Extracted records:
....................
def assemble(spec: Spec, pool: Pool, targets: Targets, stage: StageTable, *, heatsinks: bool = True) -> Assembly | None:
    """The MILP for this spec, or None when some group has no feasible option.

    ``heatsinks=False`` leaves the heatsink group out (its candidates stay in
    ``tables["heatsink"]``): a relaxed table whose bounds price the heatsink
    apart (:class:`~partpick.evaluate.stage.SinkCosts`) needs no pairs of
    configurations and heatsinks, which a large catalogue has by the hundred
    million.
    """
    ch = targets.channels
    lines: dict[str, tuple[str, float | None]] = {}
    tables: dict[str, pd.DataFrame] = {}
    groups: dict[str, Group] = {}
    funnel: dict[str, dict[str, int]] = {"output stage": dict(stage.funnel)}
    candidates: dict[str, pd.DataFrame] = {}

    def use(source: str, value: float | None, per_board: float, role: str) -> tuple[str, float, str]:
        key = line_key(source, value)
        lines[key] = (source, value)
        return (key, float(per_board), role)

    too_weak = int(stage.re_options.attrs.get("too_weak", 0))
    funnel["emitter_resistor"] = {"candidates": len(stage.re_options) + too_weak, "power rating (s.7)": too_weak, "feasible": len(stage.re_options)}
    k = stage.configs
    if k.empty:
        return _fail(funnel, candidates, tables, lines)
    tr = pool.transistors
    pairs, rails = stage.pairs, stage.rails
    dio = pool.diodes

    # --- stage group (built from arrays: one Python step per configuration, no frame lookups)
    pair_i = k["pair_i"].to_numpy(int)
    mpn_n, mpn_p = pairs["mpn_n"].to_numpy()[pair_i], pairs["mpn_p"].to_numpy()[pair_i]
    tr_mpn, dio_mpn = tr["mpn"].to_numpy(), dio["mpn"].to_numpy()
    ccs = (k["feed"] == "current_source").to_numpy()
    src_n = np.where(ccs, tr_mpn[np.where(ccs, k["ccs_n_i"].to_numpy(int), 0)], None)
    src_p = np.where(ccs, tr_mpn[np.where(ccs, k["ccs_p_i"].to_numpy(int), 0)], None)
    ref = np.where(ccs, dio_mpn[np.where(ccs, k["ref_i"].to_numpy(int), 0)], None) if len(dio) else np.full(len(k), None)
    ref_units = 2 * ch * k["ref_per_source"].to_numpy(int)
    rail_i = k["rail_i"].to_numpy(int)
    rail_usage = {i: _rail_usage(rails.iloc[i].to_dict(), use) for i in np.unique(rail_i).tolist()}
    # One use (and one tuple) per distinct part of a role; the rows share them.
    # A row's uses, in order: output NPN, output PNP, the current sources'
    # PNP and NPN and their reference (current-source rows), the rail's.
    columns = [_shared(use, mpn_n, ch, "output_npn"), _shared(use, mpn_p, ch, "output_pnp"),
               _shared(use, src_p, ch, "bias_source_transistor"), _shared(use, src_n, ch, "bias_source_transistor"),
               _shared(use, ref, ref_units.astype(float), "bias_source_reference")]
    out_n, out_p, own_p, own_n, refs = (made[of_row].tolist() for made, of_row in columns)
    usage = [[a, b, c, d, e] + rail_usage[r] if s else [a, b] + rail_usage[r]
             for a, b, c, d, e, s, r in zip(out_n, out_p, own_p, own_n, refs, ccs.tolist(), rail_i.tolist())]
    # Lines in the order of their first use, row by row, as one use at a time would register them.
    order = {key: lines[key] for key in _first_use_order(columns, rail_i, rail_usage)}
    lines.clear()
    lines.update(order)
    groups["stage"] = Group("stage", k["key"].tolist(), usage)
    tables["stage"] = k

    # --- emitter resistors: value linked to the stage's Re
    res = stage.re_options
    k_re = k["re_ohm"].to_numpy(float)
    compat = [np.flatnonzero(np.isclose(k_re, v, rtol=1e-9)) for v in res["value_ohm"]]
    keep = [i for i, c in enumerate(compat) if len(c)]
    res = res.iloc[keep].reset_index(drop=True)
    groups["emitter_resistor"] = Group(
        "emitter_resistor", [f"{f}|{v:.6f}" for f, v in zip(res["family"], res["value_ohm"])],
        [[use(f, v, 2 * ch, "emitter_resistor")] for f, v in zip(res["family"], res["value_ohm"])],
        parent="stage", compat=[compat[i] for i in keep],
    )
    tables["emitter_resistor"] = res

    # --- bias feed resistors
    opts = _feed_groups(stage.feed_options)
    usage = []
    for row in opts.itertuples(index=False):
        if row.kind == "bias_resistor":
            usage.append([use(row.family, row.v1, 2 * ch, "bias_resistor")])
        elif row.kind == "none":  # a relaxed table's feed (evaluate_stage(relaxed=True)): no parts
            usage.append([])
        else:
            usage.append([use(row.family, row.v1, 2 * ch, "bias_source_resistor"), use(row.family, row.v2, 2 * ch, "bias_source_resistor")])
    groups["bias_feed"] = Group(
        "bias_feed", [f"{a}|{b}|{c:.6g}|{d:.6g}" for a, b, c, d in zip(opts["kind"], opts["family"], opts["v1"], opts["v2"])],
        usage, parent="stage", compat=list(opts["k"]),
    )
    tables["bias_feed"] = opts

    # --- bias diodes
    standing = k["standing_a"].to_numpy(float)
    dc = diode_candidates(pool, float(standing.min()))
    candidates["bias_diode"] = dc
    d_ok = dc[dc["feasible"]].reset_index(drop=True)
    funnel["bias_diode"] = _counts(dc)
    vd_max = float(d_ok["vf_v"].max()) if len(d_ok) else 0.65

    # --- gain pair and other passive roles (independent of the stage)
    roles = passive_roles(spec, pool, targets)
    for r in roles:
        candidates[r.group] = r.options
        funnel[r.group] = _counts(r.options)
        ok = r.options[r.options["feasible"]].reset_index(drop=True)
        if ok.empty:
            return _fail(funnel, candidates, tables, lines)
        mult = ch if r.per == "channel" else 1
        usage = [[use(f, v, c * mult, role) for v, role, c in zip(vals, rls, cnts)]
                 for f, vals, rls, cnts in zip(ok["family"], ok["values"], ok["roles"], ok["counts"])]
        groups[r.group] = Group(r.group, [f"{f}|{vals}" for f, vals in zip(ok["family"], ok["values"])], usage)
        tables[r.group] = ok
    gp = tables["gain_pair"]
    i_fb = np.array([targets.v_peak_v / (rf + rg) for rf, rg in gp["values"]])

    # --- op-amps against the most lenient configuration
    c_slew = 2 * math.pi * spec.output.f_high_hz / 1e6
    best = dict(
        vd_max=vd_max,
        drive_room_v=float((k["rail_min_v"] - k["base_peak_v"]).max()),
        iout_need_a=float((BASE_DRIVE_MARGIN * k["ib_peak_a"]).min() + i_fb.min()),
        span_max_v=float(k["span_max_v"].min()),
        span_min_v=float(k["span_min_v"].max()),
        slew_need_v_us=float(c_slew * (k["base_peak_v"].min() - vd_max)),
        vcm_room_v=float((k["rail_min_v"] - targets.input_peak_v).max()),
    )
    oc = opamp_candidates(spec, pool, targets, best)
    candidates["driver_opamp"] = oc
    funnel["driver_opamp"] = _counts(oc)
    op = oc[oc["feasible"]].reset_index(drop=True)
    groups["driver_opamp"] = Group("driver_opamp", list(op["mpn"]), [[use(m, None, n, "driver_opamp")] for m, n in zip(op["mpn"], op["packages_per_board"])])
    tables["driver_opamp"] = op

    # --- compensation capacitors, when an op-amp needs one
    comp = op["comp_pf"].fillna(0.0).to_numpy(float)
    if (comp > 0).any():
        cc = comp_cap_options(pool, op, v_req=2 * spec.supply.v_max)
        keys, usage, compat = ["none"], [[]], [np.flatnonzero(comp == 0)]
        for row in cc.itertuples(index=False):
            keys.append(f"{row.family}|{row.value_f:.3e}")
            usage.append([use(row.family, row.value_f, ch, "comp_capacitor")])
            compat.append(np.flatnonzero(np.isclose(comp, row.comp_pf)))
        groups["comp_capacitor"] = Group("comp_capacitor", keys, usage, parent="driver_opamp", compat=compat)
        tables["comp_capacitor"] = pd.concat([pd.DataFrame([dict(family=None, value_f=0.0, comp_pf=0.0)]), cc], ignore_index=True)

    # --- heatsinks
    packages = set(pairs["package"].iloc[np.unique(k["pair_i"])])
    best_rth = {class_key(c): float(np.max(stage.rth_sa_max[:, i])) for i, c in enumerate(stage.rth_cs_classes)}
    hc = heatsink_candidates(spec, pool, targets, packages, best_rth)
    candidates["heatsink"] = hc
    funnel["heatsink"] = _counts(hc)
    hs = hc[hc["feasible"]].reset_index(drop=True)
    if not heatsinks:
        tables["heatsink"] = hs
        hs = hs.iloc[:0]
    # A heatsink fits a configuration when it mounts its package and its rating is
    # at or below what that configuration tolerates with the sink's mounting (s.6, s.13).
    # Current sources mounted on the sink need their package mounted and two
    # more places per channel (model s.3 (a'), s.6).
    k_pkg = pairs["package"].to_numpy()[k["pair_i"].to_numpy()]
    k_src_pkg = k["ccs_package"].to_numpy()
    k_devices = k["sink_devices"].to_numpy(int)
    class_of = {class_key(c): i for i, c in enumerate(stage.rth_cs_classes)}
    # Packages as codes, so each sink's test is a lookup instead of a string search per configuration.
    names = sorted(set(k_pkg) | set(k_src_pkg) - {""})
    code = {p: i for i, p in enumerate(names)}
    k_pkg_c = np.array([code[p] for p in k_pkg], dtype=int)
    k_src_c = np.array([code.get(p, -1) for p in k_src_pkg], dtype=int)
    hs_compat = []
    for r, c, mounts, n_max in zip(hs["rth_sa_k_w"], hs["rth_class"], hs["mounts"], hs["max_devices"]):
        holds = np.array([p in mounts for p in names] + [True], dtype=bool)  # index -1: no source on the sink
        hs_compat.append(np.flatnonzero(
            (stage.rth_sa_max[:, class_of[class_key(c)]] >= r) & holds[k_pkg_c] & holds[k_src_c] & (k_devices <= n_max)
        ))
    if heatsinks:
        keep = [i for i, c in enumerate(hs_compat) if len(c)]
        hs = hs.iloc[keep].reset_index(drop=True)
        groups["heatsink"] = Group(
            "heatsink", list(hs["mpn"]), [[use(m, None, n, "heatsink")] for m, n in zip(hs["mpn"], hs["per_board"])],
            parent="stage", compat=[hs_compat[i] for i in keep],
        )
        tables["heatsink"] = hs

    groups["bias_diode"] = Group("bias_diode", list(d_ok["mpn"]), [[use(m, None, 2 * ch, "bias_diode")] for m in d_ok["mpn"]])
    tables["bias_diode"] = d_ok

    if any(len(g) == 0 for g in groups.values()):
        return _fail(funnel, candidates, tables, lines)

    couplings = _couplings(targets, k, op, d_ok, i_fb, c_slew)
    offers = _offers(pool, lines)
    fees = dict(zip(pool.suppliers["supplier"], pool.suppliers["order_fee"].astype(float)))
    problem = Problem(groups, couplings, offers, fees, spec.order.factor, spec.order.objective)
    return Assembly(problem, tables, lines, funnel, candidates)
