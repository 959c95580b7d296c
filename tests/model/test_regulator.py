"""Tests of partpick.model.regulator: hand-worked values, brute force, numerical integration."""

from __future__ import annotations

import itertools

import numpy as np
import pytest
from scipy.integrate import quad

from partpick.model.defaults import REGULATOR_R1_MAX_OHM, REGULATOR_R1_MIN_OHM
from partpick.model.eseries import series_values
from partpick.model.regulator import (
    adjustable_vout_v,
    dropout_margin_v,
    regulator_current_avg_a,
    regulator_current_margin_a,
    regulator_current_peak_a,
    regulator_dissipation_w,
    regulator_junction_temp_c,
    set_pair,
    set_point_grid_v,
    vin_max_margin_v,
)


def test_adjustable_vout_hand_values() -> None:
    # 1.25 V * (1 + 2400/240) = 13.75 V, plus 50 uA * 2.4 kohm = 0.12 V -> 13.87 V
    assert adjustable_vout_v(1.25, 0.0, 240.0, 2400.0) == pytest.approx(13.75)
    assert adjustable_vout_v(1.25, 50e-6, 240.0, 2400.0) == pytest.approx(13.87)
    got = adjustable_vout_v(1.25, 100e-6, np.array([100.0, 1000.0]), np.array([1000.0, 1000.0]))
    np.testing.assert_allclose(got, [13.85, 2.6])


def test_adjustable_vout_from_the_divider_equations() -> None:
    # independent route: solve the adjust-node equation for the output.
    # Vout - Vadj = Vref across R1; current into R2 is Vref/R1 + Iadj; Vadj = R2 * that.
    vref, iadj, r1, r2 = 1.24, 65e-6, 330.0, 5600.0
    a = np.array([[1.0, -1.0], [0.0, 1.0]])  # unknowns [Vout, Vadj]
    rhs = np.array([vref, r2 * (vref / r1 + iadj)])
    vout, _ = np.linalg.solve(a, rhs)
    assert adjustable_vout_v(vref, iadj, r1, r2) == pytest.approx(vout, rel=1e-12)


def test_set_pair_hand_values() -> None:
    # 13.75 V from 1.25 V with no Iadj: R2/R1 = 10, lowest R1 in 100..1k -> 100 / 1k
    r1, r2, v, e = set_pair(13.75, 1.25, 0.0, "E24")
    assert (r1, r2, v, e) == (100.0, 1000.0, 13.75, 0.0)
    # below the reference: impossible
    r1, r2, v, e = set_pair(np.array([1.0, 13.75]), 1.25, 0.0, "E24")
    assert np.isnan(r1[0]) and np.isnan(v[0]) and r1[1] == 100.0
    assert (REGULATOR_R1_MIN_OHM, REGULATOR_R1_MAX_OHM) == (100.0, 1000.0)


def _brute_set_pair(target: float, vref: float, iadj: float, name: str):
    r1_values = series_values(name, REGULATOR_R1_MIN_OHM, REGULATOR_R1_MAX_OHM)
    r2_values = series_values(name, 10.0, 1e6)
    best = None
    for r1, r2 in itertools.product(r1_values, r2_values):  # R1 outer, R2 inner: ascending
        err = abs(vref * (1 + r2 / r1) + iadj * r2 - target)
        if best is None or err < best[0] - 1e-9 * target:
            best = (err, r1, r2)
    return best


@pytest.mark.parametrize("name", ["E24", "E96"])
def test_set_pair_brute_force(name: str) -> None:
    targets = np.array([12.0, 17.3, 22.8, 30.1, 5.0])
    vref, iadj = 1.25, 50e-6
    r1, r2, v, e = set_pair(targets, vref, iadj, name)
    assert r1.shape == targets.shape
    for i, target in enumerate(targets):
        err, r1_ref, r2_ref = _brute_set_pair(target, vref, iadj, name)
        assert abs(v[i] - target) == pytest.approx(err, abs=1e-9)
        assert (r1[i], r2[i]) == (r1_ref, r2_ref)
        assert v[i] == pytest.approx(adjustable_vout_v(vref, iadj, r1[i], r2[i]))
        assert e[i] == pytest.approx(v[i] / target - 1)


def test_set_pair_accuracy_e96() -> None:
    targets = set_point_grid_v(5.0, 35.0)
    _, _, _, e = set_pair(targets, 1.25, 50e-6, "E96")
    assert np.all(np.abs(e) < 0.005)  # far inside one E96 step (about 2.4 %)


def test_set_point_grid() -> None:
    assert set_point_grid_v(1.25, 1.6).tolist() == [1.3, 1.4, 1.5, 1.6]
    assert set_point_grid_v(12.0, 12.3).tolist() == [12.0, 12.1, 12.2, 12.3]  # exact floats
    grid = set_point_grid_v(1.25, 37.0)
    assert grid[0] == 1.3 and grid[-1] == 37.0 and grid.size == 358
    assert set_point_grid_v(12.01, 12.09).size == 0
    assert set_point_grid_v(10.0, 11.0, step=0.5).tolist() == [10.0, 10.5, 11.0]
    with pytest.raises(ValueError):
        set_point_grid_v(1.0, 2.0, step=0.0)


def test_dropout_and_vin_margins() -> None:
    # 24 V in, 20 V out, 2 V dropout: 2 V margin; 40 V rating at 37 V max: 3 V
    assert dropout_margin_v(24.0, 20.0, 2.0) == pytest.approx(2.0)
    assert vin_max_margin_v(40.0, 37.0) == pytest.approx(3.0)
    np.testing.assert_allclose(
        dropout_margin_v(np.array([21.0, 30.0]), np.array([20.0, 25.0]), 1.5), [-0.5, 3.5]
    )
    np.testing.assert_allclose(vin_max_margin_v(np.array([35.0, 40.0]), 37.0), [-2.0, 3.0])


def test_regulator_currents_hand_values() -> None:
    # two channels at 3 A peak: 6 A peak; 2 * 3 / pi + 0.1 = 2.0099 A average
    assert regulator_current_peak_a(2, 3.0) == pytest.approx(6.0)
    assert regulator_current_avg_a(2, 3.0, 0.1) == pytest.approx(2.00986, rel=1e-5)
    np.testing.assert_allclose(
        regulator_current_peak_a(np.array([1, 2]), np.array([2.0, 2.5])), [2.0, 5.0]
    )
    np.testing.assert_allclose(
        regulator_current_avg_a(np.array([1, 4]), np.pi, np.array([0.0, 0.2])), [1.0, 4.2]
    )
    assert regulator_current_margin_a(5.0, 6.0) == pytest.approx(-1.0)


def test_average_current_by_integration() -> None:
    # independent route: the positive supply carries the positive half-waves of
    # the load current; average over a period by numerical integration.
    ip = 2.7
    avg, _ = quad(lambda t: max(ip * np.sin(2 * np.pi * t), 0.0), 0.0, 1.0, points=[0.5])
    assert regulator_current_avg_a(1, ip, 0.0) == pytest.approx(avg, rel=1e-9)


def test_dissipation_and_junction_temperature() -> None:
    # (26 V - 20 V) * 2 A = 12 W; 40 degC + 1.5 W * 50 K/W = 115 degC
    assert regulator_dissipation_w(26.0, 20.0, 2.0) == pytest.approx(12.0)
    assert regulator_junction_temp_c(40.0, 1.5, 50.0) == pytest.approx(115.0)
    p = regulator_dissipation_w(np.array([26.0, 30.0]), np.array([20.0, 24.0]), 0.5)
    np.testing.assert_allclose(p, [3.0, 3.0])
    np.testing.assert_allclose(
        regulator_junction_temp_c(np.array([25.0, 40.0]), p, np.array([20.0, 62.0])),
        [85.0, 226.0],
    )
....................
What to produce: Your answer should be a single number: the count of lines in these records that hold the string "rails".

Result for this task: 2